Von einer Stimmungskanone ist China derzeit weit entfernt. Und wenn nicht, dann eher im negativen Sinne. Enttäuschende Konjunkturdaten – sowohl die Industrieproduktion als auch die Einzelhandelsumsätze blieben im Juli hinter den Prognosen der Analysten zurück – treiben Marktteilnehmern derzeit immer mehr Sorgenfalten auf die Stirn. Wie schlimm es um die zweitgrösste Volkswirtschaft der Welt bestellt ist, zeigen drei Zinssenkungen der People‘s Bank of China (PBoC) innerhalb von drei Monaten. Die stotternde Konjunktur bringt aber nicht nur den Aktienmarkt ins Wanken, sie wirkt sich auch auf die Rohstoffmärkte aus – insbesondere auf den Ölpreis.

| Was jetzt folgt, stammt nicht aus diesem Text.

#[test]
fn a_fleet_file_is_read_with_its_brokers_and_check_config_tells_it_from_a_lab_s_file() {
    assert_eq!(Purpose::of_text(FLEET), Purpose::Fleet);
    assert_eq!(Purpose::of_text(BASE), Purpose::Run);
    let c = Config::parse(FLEET, Purpose::Fleet).unwrap_or_else(|e| panic!("{e}"));
    let fleet = c.fleet.unwrap();
    assert_eq!(fleet.quiet_after, Duration::from_secs(300));
    assert_eq!((fleet.brokers[0].url.port, fleet.brokers[0].topic_prefix.as_str()), (1883, "soil-labs"));
    let c = Config::parse(&format!("{FLEET}[http]\nlisten = \"127.0.0.1:0\"\n"), Purpose::Fleet).unwrap();
    assert_eq!(c.http.listen.port(), 0);
}

#[test]
fn bad_fleet_files_are_refused_at_the_line_and_field() {
    let first = |text: &str, purpose| Config::parse(text, purpose).unwrap_err().problems[0].clone();
    let cases: [(String, &str, &str, usize); 9] = [
        ("[fleet]\nquiet_after_s = 60\n".into(), "fleet.broker", "at least one broker", 1),
        (FLEET.replace("[fleet]\n", "[fleet]\nquiet_after_s = 5\n"), "fleet.quiet_after_s", "allowed 20 to 86400", 2),
        (FLEET.replace("mqtt://broker", "http://broker"), "fleet.broker[0].url", "not an MQTT URL", 3),
        (FLEET.replace("soil-labs", "soil/#"), "fleet.broker[0].topic_prefix", "wildcard", 5),
        (FLEET.replace("board1", "board-1"), "fleet.broker[0].client_id", "1–23 letters", 4),
        (format!("{FLEET}lab = \"x\"\n"), "fleet.broker[0].lab", "only for [[publish.mqtt]]", 6),
        (
            format!("{FLEET}password_file = \"/nonexistent/pw\"\nusername = \"u\"\n"),
            "fleet.broker[0].password_file",
            "cannot read",
            6,
        ),
        (FLEET.replace("mqtt://", "mqtts://"), "fleet.broker[0].ca_file", "needs `ca_file`", 3),
        (
            format!("{FLEET}[[fleet.broker]]\nurl = \"mqtt://broker\"\nclient_id = \"board1\"\ntopic_prefix = \"b\"\n"),
            "fleet.broker[1].client_id",
            "same url and client_id",
            8,
        ),
    ];
    for (text, field, message, line) in cases {
        let p = first(&text, Purpose::Fleet);
        assert_eq!((p.field.as_str(), p.line), (field, line), "{text}\n{p}");
        assert!(p.message.contains(message), "{p}");
    }
    // A fleet file holds no lab, and a lab's file no [fleet].
    assert_eq!(first(&format!("{FLEET}{BASE}"), Purpose::Fleet).field, "store");
    assert_eq!(first(&format!("{BASE}{FLEET}"), Purpose::Run).field, "fleet");
    let fields: Vec<String> =
        Config::parse(BASE, Purpose::Fleet).unwrap_err().problems.into_iter().map(|p| p.field).collect();
    assert_eq!(fields, ["store", "fleet", "frame", "bus"]);
}
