/// The journal entries and readings after `cursors`, as messages, and the cursors past them.
fn read_store(
    conn: &Reader,
    mut cursors: Cursors,
    frames: &[(i64, String)],
    origin: &Origin<'_>,
    topic: &str,
) -> Result<Pass, StoreError> {
    let (lab, store) = (origin.lab, origin.store);
    let mut messages = Vec::new();
    let mut more = false;
    let entries = journal::after(conn, cursors.last_event_id, EVENTS_PER_PASS, None)?;
    more |= entries.len() as i64 == EVENTS_PER_PASS;
    for e in entries {
        cursors.last_event_id = e.id;
        let body = json!({
            "lab": lab,
            "store": store,
            "seq": e.id,
            "kind": e.kind,
            "frame": e.frame,
            "frame_name": e.frame_name,
            "at": rfc3339(e.at_us),
            "at_us": e.at_us,
            "message": e.message,
            "actor": e.actor,
            "details": e.data.unwrap_or_else(|| json!({})),
        });
        messages.push(Message {
            topic: format!("{topic}/events"),
            retain: false,
            payload: body.to_string().into_bytes(),
        });
    }
    let mut readings = 0u64;
    for (frame_key, frame_id) in frames {
        let mut rows = Vec::new();
        for cursor in cursors.readings.iter_mut().filter(|c| c.frame_key == *frame_key) {
            let found = store::publish::readings_after(
                conn,
                *frame_key,
                cursor.channel,
                cursor.last_at_us,
                READINGS_PER_CHANNEL,
            )?;
            more |= found.len() as i64 == READINGS_PER_CHANNEL;
            for (at_us, raw, value) in found {
                cursor.last_seq += 1;
                cursor.last_at_us = at_us;
                rows.push((at_us, *cursor, raw, value));
            }
        }
        if rows.is_empty() {
            continue;
        }
        rows.sort_by_key(|(at_us, c, _, _)| (*at_us, c.channel.code()));
        readings += rows.len() as u64;
        let list: Vec<serde_json::Value> =
            rows.iter().map(|(at_us, c, raw, value)| reading_json(*at_us, c, *raw, *value)).collect();
        let body = json!({ "lab": lab, "store": store, "frame": frame_id, "readings": list });
        messages.push(Message {
            topic: format!("{topic}/{frame_id}/readings"),
            retain: false,
            payload: body.to_string().into_bytes(),
        });
    }
    Ok(Pass { messages, after: cursors, readings, more })
}
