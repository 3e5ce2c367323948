//! The configuration file as written: serde structures that mirror the TOML, nothing checked beyond types.
//!
//! Every table refuses unknown fields. Values that need checks beyond their type are `Spanned`, so the
//! validation in [`super::validate`] can point at their line and column. Nothing outside `config` sees these.

use oedolog_protocol::registers::RegisterMap;
use serde::Deserialize;
use toml::Spanned;

/// The whole file.
#[derive(Debug, Deserialize)]
#[serde(deny_unknown_fields)]
pub(crate) struct RawConfig {
    /// Where readings are stored.
    pub store: Option<RawStore>,
    /// The HTTP server.
    #[serde(default)]
    pub http: RawHttp,
    /// Logging.
    #[serde(default)]
    pub log: RawLog,
    /// Serial lines and TCP links.
    #[serde(default, rename = "bus")]
    pub buses: Vec<RawBus>,
    /// Loading frames.
    #[serde(default, rename = "frame")]
    pub frames: Vec<RawFrame>,
    /// Notifications.
    #[serde(default)]
    pub notify: RawNotify,
    /// Publishing to MQTT brokers.
    #[serde(default)]
    pub publish: super::publish::RawPublish,
    /// The fleet board's brokers (`oedolog fleet` only).
    pub fleet: Option<toml::Spanned<super::fleet::RawFleet>>,
    /// Alarm thresholds.
    #[serde(default)]
    pub alarms: RawAlarms,
    /// The units results are shown in.
    #[serde(default)]
    pub display: RawDisplay,
}

/// `[display]`: each key one unit name.
#[derive(Debug, Default, Deserialize)]
#[serde(deny_unknown_fields)]
pub(crate) struct RawDisplay {
    /// `kPa`, `tsf` or `psf`.
    pub stress: Option<Spanned<String>>,
    /// `mm` or `in`.
    pub length: Option<Spanned<String>>,
    /// `mm2/min`, `m2/year` or `ft2/day`.
    pub cv: Option<Spanned<String>>,
    /// `m/s` or `cm/s`.
    pub k: Option<Spanned<String>>,
}

/// `[store]`
#[derive(Debug, Deserialize)]
#[serde(deny_unknown_fields)]
pub(crate) struct RawStore {
    /// SQLite file.
    pub path: Spanned<String>,
    /// Longest wait before a batch of readings is committed, ms (50..=1000; default 500).
    pub flush_ms: Option<Spanned<i64>>,
    /// Period of WAL checkpoints, s (default 300).
    pub checkpoint_s: Option<Spanned<i64>>,
}

/// `[http]`
#[derive(Debug, Default, Deserialize)]
#[serde(deny_unknown_fields)]
pub(crate) struct RawHttp {
    /// Listen address (default 127.0.0.1:8321).
    pub listen: Option<Spanned<String>>,
    /// Origins a reverse proxy serves the dashboard under (`https://lab.example.org`); their hosts are
    /// also accepted in `Host`.
    #[serde(default)]
    pub public_origins: Vec<Spanned<String>>,
    /// People and scripts allowed in; with none, only a loopback address may be used.
    #[serde(default, rename = "user")]
    pub users: Vec<Spanned<RawUser>>,
}

/// `[[http.user]]`: one person or script.
#[derive(Debug, Deserialize)]
#[serde(deny_unknown_fields)]
pub(crate) struct RawUser {
    /// Login name (HTTP Basic) and the name written in the journal.
    pub name: Spanned<String>,
    /// `viewer` (reads everything, changes nothing) or `operator` (may act).
    pub role: Spanned<String>,
    /// Secret: the Basic password or the Bearer token; at least 16 characters.
    pub token: Spanned<String>,
}

/// `[log]`
#[derive(Debug, Default, Deserialize)]
#[serde(deny_unknown_fields)]
pub(crate) struct RawLog {
    /// Folder for a daily-rotated log file (optional; stderr always).
    pub dir: Option<Spanned<String>>,
    /// Log files kept (default 14).
    pub keep: Option<Spanned<i64>>,
    /// Filter, e.g. `info` or `oedolog=debug` (default `info`).
    pub level: Option<Spanned<String>>,
}

/// `[[bus]]`: one serial line or TCP link, polled by one task.
#[derive(Debug, Deserialize)]
#[serde(deny_unknown_fields)]
pub(crate) struct RawBus {
    /// Name frames refer to.
    pub id: Spanned<String>,
    /// `modbus-rtu`, `modbus-tcp` or `line-gauge`.
    pub kind: Spanned<RawBusKind>,
    /// Serial device path (RTU, line gauge).
    pub device: Option<Spanned<String>>,
    /// Baud rate (RTU, line gauge).
    pub baud: Option<Spanned<i64>>,
    /// `none`, `even` or `odd` (RTU default even; line gauge default none).
    pub parity: Option<Spanned<String>>,
    /// 1 or 2 (default 1).
    pub stop_bits: Option<Spanned<i64>>,
    /// host:port (TCP).
    pub address: Option<Spanned<String>>,
    /// Reply deadline, ms.
    pub timeout_ms: Option<Spanned<i64>>,
    /// Silence kept between frames on the line, ms (RTU; default t3.5 of the baud rate).
    pub gap_ms: Option<Spanned<f64>>,
    /// Retries after a failed request (default 2).
    pub retries: Option<Spanned<i64>>,
    /// Bytes sent to ask a line gauge for a reading (optional; escapes \r \n \t \\ \xHH).
    pub request: Option<Spanned<String>>,
    /// Unit of a line gauge's readings without a suffix: `mm` or `in` (default mm).
    pub line_unit: Option<Spanned<String>>,
}

/// The bus kinds.
#[derive(Debug, Clone, Copy, PartialEq, Eq, Deserialize)]
#[serde(rename_all = "kebab-case")]
pub(crate) enum RawBusKind {
    ModbusRtu,
    ModbusTcp,
    LineGauge,
}

/// `[[frame]]`
#[derive(Debug, Deserialize)]
#[serde(deny_unknown_fields)]
pub(crate) struct RawFrame {
    /// Short id (letters, digits, `-`, `_`).
    pub id: Spanned<String>,
    /// Name on screens (default: the id).
    pub name: Option<String>,
    /// The bus it is on.
    pub bus: Spanned<String>,
    /// Modbus unit id (not for line gauges).
    pub unit: Option<Spanned<i64>>,
    /// `dead-weight` (default), `pneumatic` or `motor`.
    pub loading: Option<Spanned<String>>,
    /// Lever ratio of a dead-weight frame (force on the specimen per weight on the hanger; 1 for direct).
    pub lever_ratio: Option<Spanned<f64>>,
    /// Inside area of the specimen ring, mm².
    pub ring_area_mm2: Option<Spanned<f64>>,
    /// Inside diameter of the ring, mm (instead of the area).
    pub ring_diameter_mm: Option<Spanned<f64>>,
    /// Steady poll period, ms (default 1000).
    pub poll_ms: Option<Spanned<i64>>,
    /// Poll period just after a load change, ms (default 200).
    pub fast_poll_ms: Option<Spanned<i64>>,
    /// How long the fast period lasts after a load change, s (default 600).
    pub fast_window_s: Option<Spanned<i64>>,
    /// The displacement gauge.
    pub displacement: Spanned<RawChannel>,
    /// The load cell (optional on a line-gauge bus).
    pub load: Option<Spanned<RawChannel>>,
    /// A temperature sensor (optional).
    pub temperature: Option<Spanned<RawChannel>>,
    /// The apparatus-deflection calibration.
    pub deflection: Option<RawDeflection>,
}

/// A measured channel.
#[derive(Debug, Deserialize)]
#[serde(deny_unknown_fields)]
pub(crate) struct RawChannel {
    /// Where the value is in the device (not for a line gauge).
    pub register: Option<RegisterMap>,
    /// Counts → engineering unit.
    pub calibration: Option<RawCalibration>,
    /// Valid engineering values, [min, max]; others are refused and raise an event.
    pub range: Option<Spanned<Vec<f64>>>,
}

/// `calibration = { gain = …, offset = … }` or `{ polynomial = [c0, c1, …] }`.
#[derive(Debug, Deserialize)]
#[serde(deny_unknown_fields)]
pub(crate) struct RawCalibration {
    pub gain: Option<f64>,
    pub offset: Option<f64>,
    pub polynomial: Option<Vec<f64>>,
}

/// `[frame.deflection]`: deflection of the apparatus alone vs applied stress, per branch.
#[derive(Debug, Deserialize)]
#[serde(deny_unknown_fields)]
pub(crate) struct RawDeflection {
    /// [[stress_kpa, deflection_mm], …] measured while loading.
    pub loading: Spanned<Vec<Vec<f64>>>,
    /// The same while unloading (optional).
    pub unloading: Option<Spanned<Vec<Vec<f64>>>>,
}

/// `[notify]`: where journal events are posted.
#[derive(Debug, Default, Deserialize)]
#[serde(deny_unknown_fields)]
pub(crate) struct RawNotify {
    /// `[[notify.webhook]]` tables.
    #[serde(default, rename = "webhook")]
    pub webhooks: Vec<Spanned<RawWebhook>>,
}

/// `[[notify.webhook]]`: one receiver of JSON POSTs.
#[derive(Debug, Deserialize)]
#[serde(deny_unknown_fields)]
pub(crate) struct RawWebhook {
    /// `http://host:port/path` (no TLS in this version: point `https` receivers at a local relay).
    pub url: Option<Spanned<String>>,
    /// Which events are posted, e.g. `["ready", "alarm"]` (names: `config::NotifyEvent`).
    pub events: Option<Spanned<Vec<Spanned<String>>>>,
    /// Deadline of one request, s (1..=60; default 10).
    pub timeout_s: Option<Spanned<i64>>,
}

/// `[alarms]`: thresholds of the alarm conditions (every key optional).
#[derive(Debug, Default, Deserialize)]
#[serde(deny_unknown_fields)]
pub(crate) struct RawAlarms {
    /// No valid reading this long on a running frame: stale, s (default: ten steady polls, ≥ 30 s).
    pub stale_after_s: Option<Spanned<i64>>,
    /// Margin at each end of the gauge's travel as a share of it (default 0.02).
    pub travel_margin: Option<Spanned<f64>>,
    /// Every channel unchanged this long: stuck, s (default 1800).
    pub stuck_after_s: Option<Spanned<i64>>,
    /// `[low, high]` °C (default [16, 24]).
    pub temperature_band_c: Option<Spanned<Vec<f64>>>,
    /// Share of failed requests on a bus that raises `bus-errors` (default 0.2).
    pub bus_error_rate: Option<Spanned<f64>>,
    /// The window of that share, s (default 300).
    pub bus_window_s: Option<Spanned<i64>>,
}
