/// `[[publish.mqtt]]`: each table whole, each (url, client_id) once.
pub(super) fn check_publish(c: &mut Checker<'_>, publish: &RawPublish) -> PublishConfig {
    let mut out = Vec::new();
    let mut seen: HashMap<(String, String), usize> = HashMap::new();
    for (i, table) in publish.mqtt.iter().enumerate() {
        if let Some(broker) = check_broker(c, table, &format!("publish.mqtt[{i}]"), BrokerUse::Publish) {
            if let Some(first) = seen.insert((broker.url.text.clone(), broker.client_id.clone()), i) {
                let span = table.get_ref().client_id.as_ref().map_or(table.span(), |v| v.span());
                c.at(
                    span,
                    format!("publish.mqtt[{i}].client_id"),
                    format!("the same url and client_id as publish.mqtt[{first}] (a broker drops one of two clients with one id, MQTT 3.1.1 §3.1.4)"),
                );
            } else {
                out.push(broker);
            }
        }
    }
    PublishConfig { mqtt: out }
}

/// What a broker table is for: publishing this lab, or the fleet board subscribing to many.
#[derive(Clone, Copy, Debug, PartialEq, Eq)]
pub(super) enum BrokerUse {
    /// `[[publish.mqtt]]`: needs `lab`; may set `qos`, `lag_alarm_s`, `dashboard_url`.
    Publish,
    /// `[[fleet.broker]]`: subscribes under `topic_prefix`; the publishing-only fields are refused.
    Subscribe,
}
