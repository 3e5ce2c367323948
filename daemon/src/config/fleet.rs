//! `[fleet]`: the brokers and topic prefixes `oedolog fleet` reads every lab's retained status and frame
//! states from, checked into a [`FleetConfig`]. A broker table is checked as `[[publish.mqtt]]` is (URL, client
//! id, prefix without wildcards, password and CA files), less the fields only a publisher has. Nothing here
//! connects to a broker.

use std::collections::HashMap;
use std::time::Duration;

use serde::Deserialize;
use toml::Spanned;

use super::Checker;
use super::publish::{BrokerUse, MqttBroker, RawMqtt, check_broker};

/// `[fleet]`
#[derive(Debug, Default, Deserialize)]
#[serde(deny_unknown_fields)]
pub(crate) struct RawFleet {
    /// `[[fleet.broker]]`: url, client_id, topic_prefix, optional username / password_file, ca_file for
    /// `mqtts://`, keep_alive_s.
    #[serde(default)]
    pub broker: Vec<Spanned<RawMqtt>>,
    /// A lab that sent no frame state for this long is shown as quiet, s (20..=86400; default 300).
    pub quiet_after_s: Option<Spanned<i64>>,
}

/// `[fleet]`, checked.
#[derive(Clone, Debug, PartialEq)]
pub struct FleetConfig {
    /// Brokers, in file order; each (url, client_id) once. Their `lab` is empty.
    pub brokers: Vec<MqttBroker>,
    /// No state for this long: the lab is quiet.
    pub quiet_after: Duration,
}

/// The default `quiet_after_s`: thirty of the publisher's 10 s state repeats (README, "Publishing to MQTT").
const QUIET_AFTER_S: u64 = 300;

/// `[fleet]` of a fleet file: at least one broker.
pub(super) fn check_fleet(c: &mut Checker<'_>, fleet: &Spanned<RawFleet>) -> FleetConfig {
    let raw = fleet.get_ref();
    if raw.broker.is_empty() {
        c.at(fleet.span(), "fleet.broker", "no [[fleet.broker]]: the board needs at least one broker to read");
    }
    let mut brokers = Vec::new();
    let mut seen: HashMap<(String, String), usize> = HashMap::new();
    for (i, table) in raw.broker.iter().enumerate() {
        let prefix = format!("fleet.broker[{i}]");
        let Some(b) = check_broker(c, table, &prefix, BrokerUse::Subscribe) else { continue };
        if let Some(first) = seen.insert((b.url.text.clone(), b.client_id.clone()), i) {
            let span = table.get_ref().client_id.as_ref().map_or(table.span(), |v| v.span());
            c.at(
                span,
                format!("{prefix}.client_id"),
                format!("the same url and client_id as fleet.broker[{first}] (a broker drops one of two clients with one id, MQTT 3.1.1 §3.1.4)"),
            );
        } else {
            brokers.push(b);
        }
    }
    let quiet_after = match &raw.quiet_after_s {
        None => Duration::from_secs(QUIET_AFTER_S),
        Some(v) => Duration::from_secs(
            c.int::<u64>(v, "fleet.quiet_after_s", 20..86_401, "allowed 20 to 86400 s: above the 10 s state repeat")
                .unwrap_or(QUIET_AFTER_S),
        ),
    };
    FleetConfig { brokers, quiet_after }
}
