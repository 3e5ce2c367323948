//! Configuration: the TOML file, checked once at the boundary and turned into a runtime value.
//!
//! Stage one ([`raw`]) is serde with `deny_unknown_fields`; stage two ([`Config::parse`]) checks every value
//! against what is allowed and collects *all* problems, each with its line, column and field, so a
//! technician can fix a file in one pass. Nothing invalid gets past this module: the rest of the daemon
//! trusts a [`Config`]. A commented sample lives in `daemon/oedolog.sample.toml`.

mod fleet;
mod publish;
mod raw;

use std::collections::{HashMap, HashSet};
use std::fmt;
use std::net::SocketAddr;
use std::ops::Range;
use std::path::PathBuf;
use std::time::Duration;

use oedolog_core::diagnostics::{field_at, line_column};
use oedolog_protocol::UnitId;
use oedolog_protocol::gauge::LengthUnit;
use oedolog_protocol::registers::RegisterMap;
use oedolog_protocol::rtu::silent_interval;
use toml::Spanned;

use crate::store::EventKind;

pub use fleet::FleetConfig;
pub use publish::{MqttBroker, MqttUrl, PublishConfig, Secret, check_topic_levels};
use raw::{RawBus, RawBusKind, RawCalibration, RawChannel, RawConfig, RawDeflection, RawFrame};

/// Baud rates a serial line may use.
pub const BAUD_RATES: [u32; 8] = [1200, 2400, 4800, 9600, 19_200, 38_400, 57_600, 115_200];
/// Default HTTP listen address: loopback only.
pub const DEFAULT_LISTEN: &str = "127.0.0.1:8321";

/// One problem in a configuration file.
#[derive(Clone, Debug, PartialEq, Eq)]
pub struct ConfigProblem {
    /// 1-based line (0 when the file as a whole is meant).
    pub line: usize,
    /// 1-based column.
    pub column: usize,
    /// The field, as a path: `frame[2].unit`, `bus "line-a".baud`.
    pub field: String,
    /// What is wrong and what is allowed.
    pub message: String,
}

impl fmt::Display for ConfigProblem {
    fn fmt(&self, f: &mut fmt::Formatter<'_>) -> fmt::Result {
        write!(f, "line {}, column {}: {}: {}", self.line, self.column, self.field, self.message)
    }
}

/// Every problem found in a file.
#[derive(Clone, Debug, PartialEq, Eq, thiserror::Error)]
pub struct ConfigError {
    /// In file order.
    pub problems: Vec<ConfigProblem>,
}

impl fmt::Display for ConfigError {
    fn fmt(&self, f: &mut fmt::Formatter<'_>) -> fmt::Result {
        for (i, problem) in self.problems.iter().enumerate() {
            if i > 0 {
                writeln!(f)?;
            }
            write!(f, "{problem}")?;
        }
        Ok(())
    }
}
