fn write_loop(
    mut conn: Connection,
    rx: Receiver<Op>,
    policy: WriterPolicy,
    queued: Arc<AtomicU64>,
    commits: Arc<AtomicU64>,
    mut on_commit: impl FnMut(CommitReport),
) {
    let mut batch = Batch { readings: Vec::new(), events: Vec::new(), jobs: Vec::new() };
    let (mut batches, mut total) = (0u64, 0u64);
    let mut last_checkpoint = Instant::now();
    let mut closing = false;
    while !closing {
        // Wait for the first op of a batch; then gather until the flush deadline or the size cap.
        let first = match rx.recv_timeout(policy.checkpoint.min(Duration::from_secs(60))) {
            Ok(op) => op,
            Err(RecvTimeoutError::Timeout) => {
                checkpoint(&conn, &mut last_checkpoint, policy.checkpoint);
                continue;
            }
            Err(RecvTimeoutError::Disconnected) => break,
        };
        let deadline = Instant::now() + policy.flush;
        let mut urgent = false;
        let mut next = Some(first);
        loop {
            match next.take() {
                Some(Op::Reading(r)) => batch.readings.push(r),
                Some(Op::Readings(set)) => batch.readings.extend(set.iter().copied()),
                Some(Op::Event(e)) => batch.events.push(e),
                Some(Op::Job(j)) => {
                    batch.jobs.push(j);
                    urgent = true;
                }
                Some(Op::Close) => closing = true,
                None => {}
            }
            if closing || urgent || batch.readings.len() >= policy.max_batch {
                break;
            }
            // Take what is queued; when nothing is, sleep to the flush deadline rather than block on the
            // channel: a blocked receiver is woken by every reading (a context switch each, most of the
            // writer's CPU under load), a parked thread only by `run` and `close`, which unpark it.
            match rx.try_recv() {
                Ok(op) => next = Some(op),
                Err(TryRecvError::Empty) => {
                    let now = Instant::now();
                    if now >= deadline {
                        break;
                    }
                    std::thread::park_timeout(deadline - now);
                }
                Err(TryRecvError::Disconnected) => {
                    closing = true;
                    break;
                }
            }
        }
        let count = batch.readings.len() as u64;
        match commit(&mut conn, &mut batch, &commits) {
            Ok((readings, events)) => {
                batches += 1;
                total += readings;
                queued.fetch_sub(count, Ordering::Relaxed);
                let last = batch.readings.last().map(|r| (r.frame_key, r.channel.code(), r.at_us));
                on_commit(CommitReport { batch: batches, readings, events, total_readings: total, last });
            }
            Err(error) => {
                // Keep the batch and try again at the next round; log once per failure.
                tracing::error!("store commit failed, will retry: {error}");
                std::thread::sleep(Duration::from_millis(200));
                continue;
            }
        }
        batch.readings.clear();
        batch.events.clear();
        checkpoint(&conn, &mut last_checkpoint, policy.checkpoint);
    }
}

Das Reich der Mitte ist der weltweit grösste Importeur des «schwarzen Goldes». Im Zuge der schwachen Wirtschaftsdaten verbilligte sich Rohöl der Sorte Brent aus der Nordsee sowie US-Leichtöl WTI kurzfristig um rund 3%.
Die jüngste Korrektur bei den Ölpreisen stellt im Kursbild aber nur einen kleinen Zacken nach unten dar, schliesslich ging dem Rücksetzer eine ausgeprägte Rallye voraus. Seit Ende Juni verteuerte sich der Rohstoff um rund ein Fünftel. Nicht ohne Grund: Die erweiterte Organisation Erdöl exportierender Länder (OPEC+), der insgesamt 23 Staaten angehören, einigte sich auf dem Treffen in Wien darauf, im kommenden Jahr weniger Öl zu fördern. Rund 40 Millionen Barrel (je 159 Liter) sollen dann noch pro Tag gefördert werden, eine Kürzung um knapp 3.4%. Dem nicht genug, verschiedene OPEC-Staaten wie Russland, der Irak und Saudi-Arabien nehmen zusätzlich nach eigenem Ermessen freiwillige Drosselungen vor. Saudi-Arabien stellte in Wien für Juli eine Reduktion der Ölförderung um 1 Mio. Barrel pro Tag in Aussicht.
Gesagt, getan: Der jüngst veröffentlichte Monatsbericht der OPEC zeigt, dass Saudi-Arabien im Juli die Produktion im Vergleich zum Vormonat um 968‘000 Barrel pro Tag zurückgeschraubt hat. Dies wiederum führte zu einer Reduzierung der gesamten OPEC-Förderung um 836‘000 Barrel pro Tag. Laut der Nachrichtenagentur Bloomberg droht den weltweiten Ölmärkten in diesem Quartal nun ein deutliches Angebotsdefizit von mehr als 2 Mio. Barrel pro Tag. Da Saudi-Arabien seine Kürzung beibehalten möchte, stehen den Berechnungen nach den Verbrauchern im Schnitt im dritten Quartal rund 2.26 Mio. Barrel pro Tag weniger zur Verfügung als benötigt. Den Daten der Organisation zufolge könnte dies zum stärksten Bestandsrückgang seit 2 Jahren führen. Während grosse Verbraucherländer die Drosselung kritisieren, zeigt sich das Königreich stur und droht, die Lieferbeschränkungen notfalls zu verlängern oder gar zu verschärfen.
Zurück zu China. Die konjunkturelle Eintrübung, gepaart mit einer aufkeimenden Deflation, könnte etwas Entspannung in die belastete Angebotssituation des Öls bringen. Eine abflauende wirtschaftliche Leistung geht in der Regel mit einer geringeren Nachfrage nach dem Schmiermittel einher. Im Juli zeigte sich dies bereits, als die Rohölimporte der zweitgrössten Volkswirtschaft der Welt auf den niedrigsten Stand seit sechs Monaten abtauchten. Auch in Europa und den USA keimen immer wieder Rezessionssorgen auf. Dies zeigte sich beim jüngsten ZEW-Indikator für den gemeinsamen Währungsraum. Die Einschätzung der aktuellen Lage verschlechterte sich um 11.8 auf minus 71.3 Punkte. China wie auch Europa werden aber alles dafür tun, um die Konjunktur wieder anzukurbeln. Und die USA sorgen derweil für eine weitere Verknappung auf dem Ölmarkt. So sind die US-Rohölvorräte vergangene Woche um rund 6.2 Mio. Barrel gesunken und damit deutlich stärker als um die von Analysten erwarteten 2.3 Mio. Generell geht die OPEC nach einer kurzen Stagnation wieder von einer weltweit steigenden Nachfrage aus. Bis zum vierten Quartal soll diese um 4.1% im Vergleich zum gerade abgelaufenen Vierteljahr zulegen.